Items listed in a dataset:
@dataclass(frozen=True)
class SorterDesign:
    """A log-polar sorter for one wavelength: parameters with units and the phase terms of its elements.

    Attributes
    ----------
    wavelength_nm : float
    a_um, b_um : float
        Mapping parameters (``u = -a ln(r / b)``, ``v = a theta``).
    focal_length_mm : float
        Element separation ``f`` (elements 1 and 2 each also carry a lens of focal length ``f``).
    fourier_focal_length_mm : float
        Focal length ``F`` of the Fourier lens in front of the detector.
    input_outer_radius_um, input_inner_radius_um : float
        Element 1 is the annulus between these radii (the centre is blocked).
    n_copies : int
        Fan-out copies (odd; 1 = no copier).
    copier_focal_length_mm : float
        Focal length ``f_c`` of the copier (elements 3 and 4), used when ``n_copies > 1``.
    """

    wavelength_nm: float
    a_um: float
    b_um: float
    focal_length_mm: float
    fourier_focal_length_mm: float
    input_outer_radius_um: float
    input_inner_radius_um: float
    n_copies: int = 1
    copier_focal_length_mm: float = 0.0

    @property
    def spot_spacing_um(self) -> float:
        """Predicted spot displacement per unit charge in the Fourier plane, ``lambda F / (2 pi a)``."""
        return self.wavelength_nm * 1e-3 * self.fourier_focal_length_mm * 1e3 / (2 * np.pi * self.a_um)

    @property
    def spot_sign(self) -> int:
        """+1: charge ``l`` lands at ``+l`` spacings along y; -1 with the copier (its relay inverts the strip)."""
        return 1 if self.n_copies == 1 else -1

    @property
    def strip_x2_um(self) -> tuple:
        """Range of x2 = u covered by the input annulus at element 2."""
        return (-self.a_um * np.log(self.input_outer_radius_um / self.b_um),
                -self.a_um * np.log(self.input_inner_radius_um / self.b_um))

    @property
    def strip_half_length_um(self) -> float:
        """Half length along y of the strip at element 2 (``pi a``) or of the copies at element 4
        (``n_copies pi a``)."""
        return self.n_copies * np.pi * self.a_um

    @property
    def corrector_waves(self) -> float:
        """``a b / (lambda f)``: amplitude of the corrector phase in waves (the mapping needs several)."""
        return self.a_um * self.b_um / (self.wavelength_nm * 1e-3 * self.focal_length_mm * 1e3)

    def fanout(self) -> FanOutGrating | None:
        """The copier's grating (element 3, period ``lambda f_c / (2 pi a)``), or None without copies."""
        if self.n_copies == 1:
            return None
        period = self.wavelength_nm * 1e-3 * self.copier_focal_length_mm * 1e3 / (2 * np.pi * self.a_um)
        return fanout_grating(self.n_copies, period)

    def element_terms(self) -> tuple:
        """Phase terms of each element: a tuple of 2 (no copier) or 4 tuples of terms.

        1: unwrapper + lens ``f``; 2: corrector + lens ``f`` (+ lens ``f_c``); 3: grating + 2 lenses ``f_c``;
        4: per-copy phases + lens ``f_c``.
        """
        from metalay.design.phase import Lens

        f_um, fc_um = self.focal_length_mm * 1e3, self.copier_focal_length_mm * 1e3
        el1 = (LogPolarUnwrapper(self.a_um, self.b_um, self.focal_length_mm), Lens(f_um))
        el2 = (LogPolarCorrector(self.a_um, self.b_um, self.focal_length_mm), Lens(f_um))
        g = self.fanout()
        if g is None:
            return (el1, el2)
        return (el1, el2 + (Lens(fc_um),), (g, Lens(fc_um), Lens(fc_um)),
                (CopyPhaseCorrector(self.a_um, g.order_phases_rad), Lens(fc_um)))

    def max_local_frequency_per_um(self) -> float:
        """Largest local spatial frequency (cycles/um) of any element's total phase (sampling check).

        Element 1: ``|(u, v) - (x, y)| / (lambda f)`` over the annulus; element 2: corrector
        ``b exp(-x2 / a) / (lambda f)`` plus its lenses; copier elements: grating ``M / period`` plus their
        lenses over the copies' extent.
        """
        lam = self.wavelength_nm * 1e-3
        lam_f = lam * self.focal_length_mm * 1e3
        r = np.linspace(self.input_inner_radius_um, self.input_outer_radius_um, 64)[:, None]
        t = np.linspace(-np.pi, np.pi, 129)[None, :]
        u, v = -self.a_um * np.log(r / self.b_um), self.a_um * t
        el1 = float(np.max(np.hypot(u - r * np.cos(t), v - r * np.sin(t)))) / lam_f
        x2 = np.array(self.strip_x2_um)
        r2 = np.hypot(np.abs(x2).max(), np.pi * self.a_um)
        el2 = (self.b_um * np.exp(-x2.min() / self.a_um) + r2) / lam_f
        if self.n_copies > 1:
            lam_fc = lam * self.copier_focal_length_mm * 1e3
            el2 += r2 / lam_fc
            el2 = max(el2, (self.n_copies // 2) * 2 * np.pi * self.a_um / lam_fc + 2 * 0.5 * r2 / lam_fc,
                      self.strip_half_length_um / lam_fc)
        return float(max(el1, el2))


def sorter_parameters(input_diameter_um: float, *, wavelength_nm: float, spot_spacing_um: float,
                      inner_diameter_um: float | None = None, period_nm: float | None = None,
                      focal_length_mm: float | None = None, n_copies: int = 1, min_waves: float = 4.0,
                      max_ray_angle_deg: float = 15.0, copier_angle_deg: float = 1.7) -> SorterDesign:
    """Choose ``a``, ``b``, the element separation and the lenses for an input aperture and a spot spacing.

    Parameters
    ----------
    input_diameter_um : float
        Width ``d`` of the input beam / element 1 (outer diameter).
    wavelength_nm : float
    spot_spacing_um : float
        Wanted displacement per unit charge in the detector plane.
    inner_diameter_um : float, optional
        Blocked centre of element 1 (default ``d / 5``).
    period_nm : float, optional
        Metasurface lattice period: the design is refused when an element's local phase gradient would exceed half
        the lattice's Nyquist limit, ``1 / (4 p)`` (a factor 2 of margin).
    focal_length_mm : float, optional
        Element separation ``f`` (default: the largest ``f`` with ``a b / (lambda f) >= min_waves``).
    n_copies : int
        Fan-out copies (odd; 1 = none).
    min_waves : float
        Smallest corrector amplitude ``a b / (lambda f)`` in waves.  The mapping is a stationary-phase (geometric)
        one and needs many waves across the element: measured with :func:`sorter_check` (300 um element, ring
        beam, charges -5..5, ``bench/sorter_study.py``), 2 waves gave 0.55-0.66 of the detected power in the right
        window and a spacing 1.1 % short; 4 waves gave 0.71-0.77 and a spacing within 0.15 % (the ``sinc^2``
        reference is 0.79).
    max_ray_angle_deg : float
        Largest angle of the geometric ray from ``(x, y)`` to ``(u, v)``: the mapping and the lens's Fourier
        property are paraxial.  A design that needs more is refused (enlarge the element: at a fixed angle the
        waves grow in proportion to the diameter).
    copier_angle_deg : float
        Angle ``2 pi a / f_c`` at which the side copies leave the copier's grating (sets ``f_c``).

    Returns
    -------
    SorterDesign

    Notes
    -----
    ``a = d / (2 pi)`` so that the full azimuth ``2 pi`` spreads over the width ``d`` (Berkhout et al. 2010);
    ``b = sqrt(r_in r_out)`` centres the strip on ``x2 = 0`` (``b`` only translates the strip: our choice);
    ``F = spacing 2 pi a / lambda`` from ``t = lambda F l / (2 pi a)``.
    """
    d = float(input_diameter_um)
    if not (d > 0 and wavelength_nm > 0 and spot_spacing_um > 0):
        raise DesignError("sorter_parameters: input_diameter_um, wavelength_nm and spot_spacing_um must be > 0")
    r_out = d / 2
    r_in = (inner_diameter_um if inner_diameter_um is not None else d / 5) / 2
    if not 0 < r_in < r_out:
        raise DesignError(f"sorter_parameters: inner_diameter_um = {2 * r_in:g} must be in (0, {d:g})")
    n_copies = int(n_copies)
    if n_copies < 1 or n_copies % 2 == 0:
        raise DesignError(f"sorter_parameters: n_copies = {n_copies}; allowed odd 1, 3, 5, ...")
    a = d / (2 * np.pi)
    b = float(np.sqrt(r_in * r_out))
    lam_um = wavelength_nm * 1e-3
    big_f = spot_spacing_um * 2 * np.pi * a / lam_um * 1e-3
    fc = 0.0 if n_copies == 1 else float(np.ceil(2 * np.pi * a / np.tan(np.radians(copier_angle_deg))) * 1e-3)
    if focal_length_mm is None:
        focal_length_mm = float(np.floor(a * b / (lam_um * min_waves)) * 1e-3)
    design = SorterDesign(float(wavelength_nm), a, b, float(focal_length_mm), big_f, r_out, r_in, n_copies, fc)
    el1_only = SorterDesign(float(wavelength_nm), a, b, float(focal_length_mm), big_f, r_out, r_in)
    offset_um = el1_only.max_local_frequency_per_um() * lam_um * focal_length_mm * 1e3
    angle = float(np.degrees(np.arctan(offset_um / (focal_length_mm * 1e3))))
    if angle > max_ray_angle_deg:
        raise DesignError(f"sorter_parameters: f = {focal_length_mm:g} mm needs rays at {angle:.1f} deg > "
                           f"max_ray_angle_deg = {max_ray_angle_deg:g} (paraxial mapping); enlarge "
                           f"input_diameter_um (now {d:g}) or lower min_waves")
    if period_nm is not None:
        nu = design.max_local_frequency_per_um()
        if nu > 1 / (4 * period_nm * 1e-3):
            raise DesignError(f"sorter_parameters: local phase gradient {nu:.3f} cycles/um exceeds 1/(4 p) = "
                               f"{1 / (4 * period_nm * 1e-3):.3f} for period_nm = {period_nm:g}; enlarge f or "
                               "input_diameter_um")
    return design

Goal of the exercise. Beginning of the records through the line with "of the detector.": return that span exactly and stop there.

Output of the task.
@dataclass(frozen=True)
class SorterDesign:
    """A log-polar sorter for one wavelength: parameters with units and the phase terms of its elements.

    Attributes
    ----------
    wavelength_nm : float
    a_um, b_um : float
        Mapping parameters (``u = -a ln(r / b)``, ``v = a theta``).
    focal_length_mm : float
        Element separation ``f`` (elements 1 and 2 each also carry a lens of focal length ``f``).
    fourier_focal_length_mm : float
        Focal length ``F`` of the Fourier lens in front of the detector.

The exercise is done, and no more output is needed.